# 'Espresso' Brew Temperature



## Thecatlinux (Mar 10, 2014)

Morning all

Trying to get a gauge on what others have/use for thier brew temperature.

i have tried measuring mine with a milk thermometer but I don't think this accurate enough so will be trying to purchase a thermometer some time today .

Havent had a coffee yet, but throwing this out there as genuinely intrested , would be really great if someone could actually come up with a measurement from the cup .(thermometer in freshly pulled water directly into a vessel)

Thanks in advance TCL


----------



## jeebsy (May 5, 2013)

That's quite an unreliable test to use


----------



## Thecatlinux (Mar 10, 2014)

jeebsy said:


> That's quite an unreliable test to use


Why


----------



## jeebsy (May 5, 2013)

How warm is your vessel?


----------



## Thecatlinux (Mar 10, 2014)

Ok I knew this wasn't going to be an issue

pre warm the cup to bring up to temp

then fill cup with water from the group

Take temp

post results


----------



## Thecatlinux (Mar 10, 2014)

If you think we actually need a reference Volume of water we can apply this to the test , I am going for a coffee first and trying to work out where to purchase a thermometer from today.


----------



## jeebsy (May 5, 2013)

How warm is your brew water though? We're taking difference of one or two degrees in brew temp, to try and measure within that range without accurate equipment isn't really going to be possible imo. You can check you're in the ballpark but not much better.


----------



## The Systemic Kid (Nov 23, 2012)

To be really accurate, you need a Scace - http://www.espressoparts.com/scace-2-espresso-machine-thermofilter-temperature-pressure-device - not cheap.

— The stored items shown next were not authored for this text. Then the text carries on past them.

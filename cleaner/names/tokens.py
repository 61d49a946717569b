"""Tokenize and classify: a free-text name cut into comma segments of words,
each word folded and classed (title, suffix, credential, initial, number,
word, nickname) once per distinct word."""

from __future__ import annotations

import functools
import re
from dataclasses import dataclass

from cleaner.names.vocabulary import NameVocabulary, PlaceholderGroup, fold

# A nickname is set apart by double quotes, curly quotes, brackets, or single
# quotes that stand free (so the apostrophe of O'Brien is not one).
_TOKEN = re.compile(r"""(?P<quoted>"[^"]*"|''[^']+''|“[^”]*”|\([^)]*\)|\[[^\]]*\]"""
                    r"""|(?<![^\s,])['‘][^'’]+['’](?![^\s,]))|(?P<comma>,)|(?P<word>[^\s,]+)""")


@dataclass(slots=True)
class Word:
    raw: str                 # as written in the tidied value
    key: str                 # folded, for the vocabulary
    kind: str                # nickname, title, suffix, credential, initial, number, word
    restore_case: bool       # the value it came from was all upper or all lower case
    placeholder: PlaceholderGroup | None   # the placeholder group the word belongs to
    particle: str | None = None   # written form, when it is a particle (van, de la, bin)
    hyphen_particle: str | None = None   # written form of a particle joined by a hyphen (al-)


@functools.lru_cache(maxsize=32768)
def _classified(raw: str, quoted: bool, vocabulary: NameVocabulary
                ) -> tuple[str, str, PlaceholderGroup | None] | None:
    """A word's key, kind and placeholder group, once per distinct word; None
    for a stray mark (".", "-", '""'), which carries no name."""
    if not any(ch.isalnum() for ch in raw):
        return None
    key = fold(raw)
    return key, _kind(raw, key, quoted, vocabulary), vocabulary.placeholder_group(key)


def _kind(raw: str, key: str, quoted: bool, vocabulary: NameVocabulary) -> str:
    if quoted:
        return "nickname"
    if key.isdigit():
        return "number"
    if key in vocabulary.titles:
        return "title"
    if key in vocabulary.suffixes:
        return "suffix"
    if key in vocabulary.credentials:
        return "credential"
    if len(key) == 1 and raw[0].isalpha():
        return "initial"
    return "word"


def tokenize(value: str, vocabulary: NameVocabulary) -> list[list[Word]]:
    """The words of `value` in comma-separated segments (a trailing comma leaves an empty one)."""
    restore = _single_case(value)
    segment: list[Word] = []
    segments = [segment]
    for quoted, comma, word in _TOKEN.findall(value):
        if comma:
            segment = []
            segments.append(segment)
            continue
        raw = quoted or word
        classified = _classified(raw, bool(quoted), vocabulary)
        if classified is not None:
            key, kind, group = classified
            segment.append(Word(raw, key, kind, restore, group))
    return segments


def _single_case(value: str) -> bool:
    # A value with no letter that has case (digits among Arabic or Thai letters)
    # counts too: the letters its digits are repaired to are then cased like
    # any others, and the cleaned value reads the same when cleaned again.
    return value == value.upper() or value == value.lower()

A cheap and cheerful alternative is to set a polystyrene cup under the brew head and pull a set amount of water - say 40grms and repeat several times measuring the temp each time with a fast reading thermoprobe. To be accurate measuring the amount of liquid each time is to cut down the polystyrene cup until what you have left hold exactly the amount you're trying to measure.


----------



## jeebsy (May 5, 2013)

If you want to do tsk's test you'll need a good fast read thermometer, like a thermopen


----------



## Thecatlinux (Mar 10, 2014)

I still haven't had my coffee, I am aware of the scace device, I have read a bit about temperatures before, I wasn't trying to move temperatures or relay results into altering my coffee technique I was just trying to get an idea as a reference (sort of a ball park) surely if we all conducted this the results should be relatively close ?

the reason for this is I have got into my head my brew temperature has changed on the rocket , as the pressure has not changed in the steam boiler , I wanted to check things.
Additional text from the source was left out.